* [Instructions for the task] Your answer should consist of the lines below that hold the word "replacementValue".

Records from a data collection

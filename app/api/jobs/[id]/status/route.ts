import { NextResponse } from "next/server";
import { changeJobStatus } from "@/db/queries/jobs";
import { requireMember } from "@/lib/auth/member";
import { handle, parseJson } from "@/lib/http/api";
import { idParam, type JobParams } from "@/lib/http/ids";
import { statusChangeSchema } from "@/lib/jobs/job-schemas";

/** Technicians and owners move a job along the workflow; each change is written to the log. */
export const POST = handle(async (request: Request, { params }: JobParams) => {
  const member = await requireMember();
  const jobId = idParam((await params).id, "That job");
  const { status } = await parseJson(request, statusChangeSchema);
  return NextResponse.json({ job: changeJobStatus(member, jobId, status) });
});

---

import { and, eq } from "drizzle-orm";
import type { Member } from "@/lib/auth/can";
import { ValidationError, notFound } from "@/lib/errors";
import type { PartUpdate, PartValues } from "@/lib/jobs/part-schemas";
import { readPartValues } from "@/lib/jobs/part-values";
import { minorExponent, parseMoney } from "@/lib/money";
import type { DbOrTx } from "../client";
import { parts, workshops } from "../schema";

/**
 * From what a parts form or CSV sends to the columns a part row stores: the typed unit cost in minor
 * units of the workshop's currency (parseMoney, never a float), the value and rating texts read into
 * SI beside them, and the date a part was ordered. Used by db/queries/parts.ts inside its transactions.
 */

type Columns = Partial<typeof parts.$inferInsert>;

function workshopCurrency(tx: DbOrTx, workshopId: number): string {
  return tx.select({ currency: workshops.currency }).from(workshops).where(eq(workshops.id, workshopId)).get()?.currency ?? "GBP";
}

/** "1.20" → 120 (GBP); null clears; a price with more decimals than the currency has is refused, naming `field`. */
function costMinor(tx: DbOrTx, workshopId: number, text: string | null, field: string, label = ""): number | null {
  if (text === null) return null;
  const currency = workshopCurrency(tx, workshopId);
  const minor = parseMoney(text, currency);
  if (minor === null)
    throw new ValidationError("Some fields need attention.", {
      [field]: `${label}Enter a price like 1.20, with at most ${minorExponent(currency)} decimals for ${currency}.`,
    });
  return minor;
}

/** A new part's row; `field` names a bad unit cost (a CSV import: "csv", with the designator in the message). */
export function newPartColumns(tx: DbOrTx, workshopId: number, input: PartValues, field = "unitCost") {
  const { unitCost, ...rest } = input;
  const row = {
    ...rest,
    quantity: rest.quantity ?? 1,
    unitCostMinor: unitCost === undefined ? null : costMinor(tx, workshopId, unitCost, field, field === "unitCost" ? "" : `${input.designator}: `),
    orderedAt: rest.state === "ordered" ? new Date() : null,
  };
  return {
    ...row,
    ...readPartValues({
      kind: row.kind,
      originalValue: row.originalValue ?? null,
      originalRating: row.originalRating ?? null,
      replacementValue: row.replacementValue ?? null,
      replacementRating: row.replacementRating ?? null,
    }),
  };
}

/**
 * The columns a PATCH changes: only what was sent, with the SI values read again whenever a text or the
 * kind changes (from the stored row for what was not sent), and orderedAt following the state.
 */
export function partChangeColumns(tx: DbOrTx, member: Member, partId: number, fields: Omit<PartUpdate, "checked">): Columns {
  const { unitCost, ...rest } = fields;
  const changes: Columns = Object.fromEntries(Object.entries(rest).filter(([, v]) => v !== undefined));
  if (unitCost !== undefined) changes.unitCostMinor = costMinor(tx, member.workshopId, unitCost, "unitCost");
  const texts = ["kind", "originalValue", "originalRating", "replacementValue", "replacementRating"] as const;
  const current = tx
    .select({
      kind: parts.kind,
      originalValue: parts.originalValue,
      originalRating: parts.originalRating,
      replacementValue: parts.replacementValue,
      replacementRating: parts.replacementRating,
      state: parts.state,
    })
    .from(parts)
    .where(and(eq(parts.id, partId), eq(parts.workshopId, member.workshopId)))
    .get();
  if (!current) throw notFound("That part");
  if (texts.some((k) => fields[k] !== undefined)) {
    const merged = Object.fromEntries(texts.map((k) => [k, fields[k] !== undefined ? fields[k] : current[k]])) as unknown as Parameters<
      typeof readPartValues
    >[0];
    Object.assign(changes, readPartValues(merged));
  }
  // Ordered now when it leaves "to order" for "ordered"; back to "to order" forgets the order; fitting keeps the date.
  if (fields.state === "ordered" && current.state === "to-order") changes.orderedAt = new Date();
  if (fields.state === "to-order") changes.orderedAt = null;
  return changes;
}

* [Response]
      replacementValue: row.replacementValue ?? null,
  const texts = ["kind", "originalValue", "originalRating", "replacementValue", "replacementRating"] as const;
      replacementValue: parts.replacementValue,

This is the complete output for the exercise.